▶ **WHAT THE EXERCISE ASKS**
Copy verbatim the block of lines in the entries below whose first line contains "from a code. */" and whose last line contains "const needsLayout = d.geometry". Leave out all other lines.

------ DATA

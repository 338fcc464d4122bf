import { StyleSheet, Text, View } from 'react-native';
import { colors, radius, space, type } from '@/constants/theme';

/** A titled block on a white card: the unit every settings-like page is built from. */
export function Section({ title, note, children }: { title: string; note?: React.ReactNode; children: React.ReactNode }) {
  return (
    <View style={styles.section}>
      <View style={styles.head}>
        <Text role="heading" aria-level={2} style={styles.title}>
          {title}
        </Text>
        {note ? <Text style={styles.note}>{note}</Text> : null}
      </View>
      <View style={styles.card}>{children}</View>
    </View>
  );
}

const styles = StyleSheet.create({
  section: { gap: space.sm },
  head: { gap: 2, paddingHorizontal: 2 },
  title: { ...type.caps, color: colors.inkMuted },
  note: { ...type.small, color: colors.inkMuted },
  card: {
    backgroundColor: colors.surface,
    borderRadius: radius.lg,
    borderWidth: 1,
    borderColor: colors.line,
    padding: space.lg,
    gap: space.lg,
  },
});
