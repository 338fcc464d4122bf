// A segmented choice of a few options (radio semantics), used by dialogs and forms.
import { Pressable, StyleSheet, Text, View } from 'react-native';
import { TeX } from '@/components/ui/Math';
import { TOUCH, colors, radius, shadows, space, type } from '@/constants/theme';

export function Choice<T extends string>({ label, options, value, onChange }: {
  label: string;
  /** `tex`: the label typeset (a ring, ℤ); `label` stays its accessible name and native text. */
  options: readonly { value: T; label: string; tex?: string }[];
  value: T;
  onChange: (v: T) => void;
}) {
  return (
    <View role="radiogroup" aria-label={label} style={styles.choice}>
      {options.map((o) => {
        const on = o.value === value;
        return (
          <Pressable key={o.value} role="radio" aria-checked={on} onPress={() => onChange(o.value)} style={[styles.option, on && styles.optionOn]}>
            <Text style={[styles.optionText, on && styles.optionTextOn]}>{o.tex ? <TeX tex={o.tex} text={o.label} nowrap /> : o.label}</Text>
          </Pressable>
        );
      })}
    </View>
  );
}

const styles = StyleSheet.create({
  choice: { flexDirection: 'row', flexWrap: 'wrap', backgroundColor: colors.sunken, borderRadius: radius.md, padding: 3, gap: 3, alignSelf: 'flex-start' },
  option: { paddingHorizontal: space.md, minHeight: TOUCH, justifyContent: 'center', borderRadius: radius.sm },
  optionOn: { backgroundColor: colors.surface, boxShadow: shadows.chosen } as object,
  optionText: { ...type.label, color: colors.inkMuted },
  optionTextOn: { color: colors.ink },
});
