// Why a page's data did not load. The server answers 404 both for what does not exist and for
// what the user may not see, so "not found" is said in the page's own words; any other failure
// shows the error's message.
import { isApiError } from '@/lib/api';
import { Banner } from './Banner';

export function LoadError({ error, notFound, failed }: {
  error: Error;
  notFound: { title: string; text: string };
  /** The title for any other failure. */
  failed: string;
}) {
  const missing = isApiError(error, 'not_found');
  return (
    <Banner tone="error" title={missing ? notFound.title : failed}>
      {missing ? notFound.text : error.message}
    </Banner>
  );
}
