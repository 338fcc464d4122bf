import type { Role } from '@/shared/api/groups';
import { Choice } from './Choice';

/** A choice among the roles the current user may give. */
export function RolePicker({ value, options, onChange, label }: {
  value: Role;
  options: readonly Role[];
  onChange: (role: Role) => void;
  label: string;
}) {
  return <Choice label={label} options={options.map((role) => ({ value: role, label: role }))} value={value} onChange={onChange} />;
}
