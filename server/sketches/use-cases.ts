// Plain REST reads of sketches; all writes go through sync push (sync/SPEC.md S11).
import type { User } from '@/shared/api/auth';
import type { Sketch as SketchDto } from '@/shared/api/sketches';
import { canSee } from '@/sync/scope';
import type { Sketch } from '../db/entities';
import type { Deps } from '../deps';
import { notFound } from '../http/errors';
import { sketchFieldsOf, viewerOf } from '../sync/repository';
import { findSketch, visibleSketches } from './repository';

const toDto = (s: Sketch): SketchDto => ({ id: s.id, ownerId: s.ownerId, version: s.version, ...sketchFieldsOf(s) });

export async function listSketches(deps: Deps, user: User, q: { groupId?: string; includeDeleted?: 'true' | 'false' }) {
  const viewer = await viewerOf(deps.db, user.id);
  const rows = await visibleSketches(deps.db, viewer, { groupId: q.groupId, includeDeleted: q.includeDeleted === 'true' });
  return rows.map(toDto);
}

export async function getSketch(deps: Deps, user: User, id: string): Promise<SketchDto> {
  const viewer = await viewerOf(deps.db, user.id);
  const s = await findSketch(deps.db, id);
  if (!s || !canSee(viewer, s)) throw notFound('No such sketch, or it is not shared with you');
  return toDto(s);
}
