// Attachments by content hash (sync/SPEC.md S25-S28), through the same pipeline as the feed's
// board photos (server/photos): re-encoded without metadata, thumbnailed, kept in the
// PhotoStore under the hash of the bytes the device sent, shown in the feed as the sketch's photos.
import { createHash } from 'node:crypto';
import type { User } from '@/shared/api/auth';
import type { Photo } from '@/shared/api/photos';
import type { UploadResponse } from '@/shared/api/sync';
import type { Sketch } from '../db/entities';
import { inTransaction } from '../db/transaction';
import type { Deps } from '../deps';
import { usersById } from '../feed/repository';
import { AppError, notFound } from '../http/errors';
import { processPhoto } from '../photos/image';
import { signedPhotoUrl } from '../photos/signing';
import { photoFile, storePhoto } from '../photos/use-cases';
import { seesAttachment } from '../sketches/repository';
import { viewerOf } from '../sync/repository';
import * as repo from './repository';

export const uploadTypes = ['image/jpeg', 'image/png', 'image/webp'];
export const maxUploadBytes = 10 * 1024 * 1024;

/** What the server holds under a hash. A row from before the pipeline goes through it now; one that never was an image is not held. */
async function held(deps: Deps, sha256: string): Promise<repo.AttachmentMeta | null> {
  const a = await repo.attachmentMeta(deps.db, sha256);
  if (!a || a.width !== null) return a;
  const img = await processPhoto((await repo.legacyData(deps.db, sha256)) ?? Buffer.alloc(0)).catch(() => null);
  if (!img) return null;
  const done = { sha256, size: img.full.length, mimeType: 'image/jpeg', width: img.width, height: img.height };
  await storePhoto(deps, sha256, img, () => inTransaction(deps.db, (em) => repo.markProcessed(em, done)));
  return { ...done, createdAt: a.createdAt };
}

export async function upload(deps: Deps, user: User, file: { buffer: Buffer; mimetype: string }, claimed?: string): Promise<UploadResponse> {
  const sha256 = createHash('sha256').update(file.buffer).digest('hex');
  if (claimed && claimed !== sha256) {
    // A claimed hash that does not match means the bytes were damaged on the way: retry.
    throw new AppError('invalid_input', 400, 'The bytes do not match the sha256 sent with them', { sha256: 'Does not match the file' });
  }
  const had = await held(deps, sha256);
  const img = had ? null : await processPhoto(file.buffer); // 415 before anything is stored
  const kept = had ?? { sha256, size: img!.full.length, mimeType: 'image/jpeg', width: img!.width, height: img!.height };
  const save = () => inTransaction(deps.db, (em) => repo.storeAttachment(em, { ...kept, data: null }, user.id));
  const created = img ? await storePhoto(deps, sha256, img, save) : await save();
  return { sha256, size: kept.size, mimeType: kept.mimeType, created };
}

/** S27: the uploader, or anyone who may see a sketch listing the hash; else 404. */
async function mayRead(deps: Deps, user: User, sha256: string): Promise<boolean> {
  if (await repo.isUploader(deps.db, sha256, user.id)) return true;
  return seesAttachment(deps.db, await viewerOf(deps.db, user.id), sha256);
}

export async function stat(deps: Deps, user: User, sha256: string) {
  const meta = (await mayRead(deps, user, sha256)) && (await held(deps, sha256));
  if (!meta) throw notFound('No such attachment');
  return meta;
}

/** S27: the re-encoded image (never the bytes as sent). */
export async function read(deps: Deps, user: User, sha256: string) {
  const meta = await stat(deps, user, sha256);
  const data = await photoFile(deps, sha256, 'full');
  if (!data) throw notFound('No such attachment');
  return { ...meta, data };
}

/**
 * The photos each sketch lists in `attachments` that the server holds and its owner uploaded, in list order, as the
 * feed shows photos: the owner's (only the owner writes a sketch, S23), with signed URLs.
 * Callers have checked that the caller may see these sketches.
 */
export async function attachmentPhotos(deps: Deps, sketches: Pick<Sketch, 'id' | 'ownerId' | 'attachments'>[]): Promise<Map<string, Photo[]>> {
  const hashes = [...new Set(sketches.flatMap((s) => s.attachments))];
  const rows = await repo.attachmentsIn(deps.db, hashes);
  // Only photos the sketch's owner uploaded: a hash listed by someone who never had the bytes shows nothing.
  const uploaded = await repo.uploadsOf(deps.db, hashes);
  const byHash = new Map<string, repo.AttachmentMeta>();
  for (const r of rows) {
    const a = r.width === null ? await held(deps, r.sha256) : r;
    if (a) byHash.set(a.sha256, a);
  }
  const users = await usersById(deps.db, sketches.map((s) => s.ownerId));
  const now = deps.now();
  const photoOf = (s: Pick<Sketch, 'id' | 'ownerId'>, a: repo.AttachmentMeta): Photo => ({
    id: a.sha256,
    sketchId: s.id,
    uploader: { id: s.ownerId, displayName: users.get(s.ownerId)?.displayName ?? 'Former member' },
    width: a.width!,
    height: a.height!,
    url: signedPhotoUrl(deps.config.jwtSecret, a.sha256, 'full', now),
    thumbUrl: signedPhotoUrl(deps.config.jwtSecret, a.sha256, 'thumb', now),
    createdAt: a.createdAt.toISOString(),
  });
  return new Map(sketches.map((s) => [s.id, s.attachments.flatMap((h) => (byHash.has(h) && uploaded.has(`${h} ${s.ownerId}`) ? [photoOf(s, byHash.get(h)!)] : []))]));
}
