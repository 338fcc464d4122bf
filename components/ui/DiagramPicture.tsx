// A sketch's picture as the Slate draws it (lib/slate/picture.ts): each strand in its chalk
// colour, cut where it passes under, so a linked and an unlinked pair of circles look
// different; bands as translucent ribbons in the band colour. With `marks` (a sketch's own page) each component also shows its orientation
// arrow and a label "number: framing" ("bb" for the blackboard framing). Until a code has a
// picture, or when it has none, the box shows the crossing count.
import { useEffect, useState } from 'react';
import { StyleSheet, Text, View } from 'react-native';
import Svg, { G, Path, Text as SvgText } from 'react-native-svg';
import type { Diagram as StoredDiagram } from '@/shared/api/sketches';
import { analyse } from '@/shared/drawing/analyse';
import { arrowHead } from '@/shared/drawing/pick';
import type { Point } from '@/shared/drawing/point';
import { fitView, strandPictures, type StrandPicture } from '@/lib/slate/picture';
import { bandPictures, type BandPicture } from '@/lib/slate/band-pictures';
import { docFromStored } from '@/lib/slate/record';
import { fonts, radius, slate } from '@/constants/theme';

export type PictureSource = Omit<StoredDiagram, 'strokes'>;

// Lists re-render on every store change with new objects: the pictures are kept per caller's
// key (a sketch id with its version), the last few hundred only.
type Pictures = { strands: StrandPicture[]; bands: BandPicture[] };
const cache = new Map<string, Pictures | null>();
const CACHE_SIZE = 300;

/** Room round the drawing; with marks, for the labels beside the arrows (lib/slate/picture.ts badgeOffset). */
const marginFor = (size: number, marks: boolean) => (marks ? Math.max(56, size * 0.12) : size * 0.12);

function picturesOf(d: PictureSource, size: number, margin: number): Pictures | null {
  try {
    const doc = docFromStored({ ...d, strokes: [] }); // lays out a typed code, as the Slate does
    const points = doc.sketch.components.flatMap((c) => c.points);
    if (points.length === 0) return null;
    const view = fitView(points, size, size, margin);
    return { strands: strandPictures(doc, analyse(doc.sketch), view), bands: bandPictures(doc.sketch, view) };
  } catch {
    return null; // a code the layout cannot draw
  }
}

/**
 * A code without a drawing is laid out (shared/layout), 0.1 to 0.6 s each here: one at a time,
 * each in its own task after the list has rendered, so a feed of typed codes stays responsive.
 * Past this many crossings the box keeps the crossing count.
 */
const LAYOUT_LIMIT = 40;
const layouts: (() => void)[] = [];
let layingOut = false;
function nextLayout() {
  const task = layouts.shift();
  layingOut = task !== undefined;
  if (task) setTimeout(() => (task(), nextLayout()), 0);
}

function compute(k: string, d: PictureSource, size: number, marks: boolean) {
  cache.set(k, picturesOf(d, size, marginFor(size, marks)));
  if (cache.size > CACHE_SIZE) cache.delete(cache.keys().next().value!);
}

/** The pictures for this key: at once from a drawing, later (undefined until then) from a code. */
function usePictures(key: string, d: PictureSource, size: number, marks: boolean): Pictures | null | undefined {
  const k = `${key}:${size}:${marks}`;
  const needsLayout = d.geometry == null && d.pd.length > 0;
  if (!cache.has(k) && needsLayout && d.pd.length > LAYOUT_LIMIT) cache.set(k, null);
  if (!cache.has(k) && !needsLayout) compute(k, d, size, marks);
  const [, laidOut] = useState(0);
  const ready = cache.has(k);
  useEffect(() => {
    if (ready) return;
    let live = true;
    layouts.push(() => {
      if (!cache.has(k)) compute(k, d, size, marks);
      if (live) laidOut((n) => n + 1);
    });
    if (!layingOut) nextLayout();
    return () => {
      live = false;
    };
  }, [k, ready, d, size, marks]);
  return cache.get(k);
}

const arrowPath = (at: Point, dir: Point): string =>
  arrowHead(at, dir, 8).map((p, i) => `${i ? 'L' : 'M'}${p.x.toFixed(1)} ${p.y.toFixed(1)}`).join(' ') + ' Z';

/** A component's "number: framing", over a halo of the slate so no strand is drawn through it. */
function Label({ at, text, colour }: { at: Point; text: string; colour: string }) {
  return (
    <G>
      {[slate.surface, colour].map((fill, i) => (
        <SvgText key={i} x={at.x} y={at.y + 4} fontSize={12} fontFamily={fonts.mono} textAnchor="middle" fill={fill}
          stroke={i === 0 ? slate.surface : undefined} strokeWidth={i === 0 ? 4 : undefined} strokeLinejoin="round">
          {text}
        </SvgText>
      ))}
    </G>
  );
}

export function DiagramPicture({ diagram, size, pictureKey, crossings, marks = false, label }: {
  diagram: PictureSource;
  size: number;
  /** Unique for this drawing (e.g. sketch id and version): pictures are computed once per key. */
  pictureKey: string;
  crossings: number;
  marks?: boolean;
  label: string;
}) {
  const pictures = usePictures(pictureKey, diagram, size, marks);
  const stroke = Math.max(1.6, size / 45);
  return (
    <View style={[styles.box, { width: size, height: size }]} aria-label={label} role="img">
      {pictures ? (
        <Svg width={size} height={size}>
          {pictures.strands.map((p) => (
            <G key={p.id}>
              {p.pieces.map((d, i) => (
                <Path key={i} d={d} stroke={p.colour} strokeWidth={stroke} strokeLinecap="round" strokeLinejoin="round" fill="none" strokeDasharray={p.closed ? undefined : '2 6'} />
              ))}
              {marks && p.arrow ? <Path d={arrowPath(p.arrow.at, p.arrow.direction)} fill={p.colour} stroke={slate.surface} strokeWidth={1.2} /> : null}
            </G>
          ))}
          {pictures.bands.flatMap((b) => b.pieces.map((d, i) => (
            <Path key={`${b.id}-${i}`} d={d} stroke={slate.band} strokeOpacity={0.4} strokeWidth={b.width} fill="none" />
          )))}
          {/* Labels last, so later strands never cover an earlier component's label. */}
          {marks ? pictures.strands.map((p) => (p.badge && p.number !== null
            ? <Label key={`label-${p.id}`} at={p.badge.at} text={`${p.number}: ${p.badge.text}`} colour={p.colour} />
            : null)) : null}
        </Svg>
      ) : (
        <Text style={styles.code}>{crossings} ×</Text>
      )}
    </View>
  );
}

const styles = StyleSheet.create({
  box: { backgroundColor: slate.surface, borderRadius: radius.md, alignItems: 'center', justifyContent: 'center', overflow: 'hidden' },
  code: { fontFamily: fonts.mono, fontSize: 13, color: slate.chalkDim },
});
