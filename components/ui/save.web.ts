// Web: the export downloads as a file.
export async function saveText(filename: string, text: string, mime: string): Promise<string> {
  const url = URL.createObjectURL(new Blob([text], { type: mime }));
  const a = document.createElement('a');
  a.href = url;
  a.download = filename;
  a.click();
  setTimeout(() => URL.revokeObjectURL(url), 1000);
  return `Downloaded ${filename}`;
}
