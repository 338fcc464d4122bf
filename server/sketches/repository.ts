import type { DataSource, EntityManager } from 'typeorm';
import type { Viewer } from '@/sync/scope';
import { Sketch } from '../db/entities';
import { whereVisible } from '../sync/repository';

type Db = DataSource | EntityManager;

/** The sketches a viewer may see (sync/SPEC.md S22), newest change first. */
export function visibleSketches(db: Db, v: Viewer, opts: { groupId?: string; includeDeleted: boolean }) {
  const qb = whereVisible(db.getRepository(Sketch).createQueryBuilder('s'), 's', v);
  if (opts.groupId) qb.andWhere('s.groupId = :g', { g: opts.groupId });
  if (!opts.includeDeleted) qb.andWhere('s.deleted = :no', { no: false });
  return qb.orderBy('s.version', 'DESC').getMany();
}

export const findSketch = (db: Db, id: string) => db.getRepository(Sketch).findOneBy({ id });

/**
 * Whether a sketch the viewer may see lists this attachment hash and is owned by someone who
 * uploaded those bytes (S27): listing a hash one only knows shares nothing.
 */
export async function seesAttachment(db: Db, v: Viewer, sha256: string): Promise<boolean> {
  const qb = db
    .getRepository(Sketch)
    .createQueryBuilder('s')
    .where('s.attachments LIKE :h', { h: `%"${sha256}"%` })
    .andWhere('EXISTS (SELECT 1 FROM attachment_uploaders u WHERE u.sha256 = :sha AND u.userId = s.ownerId)', { sha: sha256 });
  return (await whereVisible(qb, 's', v).getCount()) > 0;
}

------------

▶ **RESPONSE AREA**
/** The pictures for this key: at once from a drawing, later (undefined until then) from a code. */
function usePictures(key: string, d: PictureSource, size: number, marks: boolean): Pictures | null | undefined {
  const k = `${key}:${size}:${marks}`;
  const needsLayout = d.geometry == null && d.pd.length > 0;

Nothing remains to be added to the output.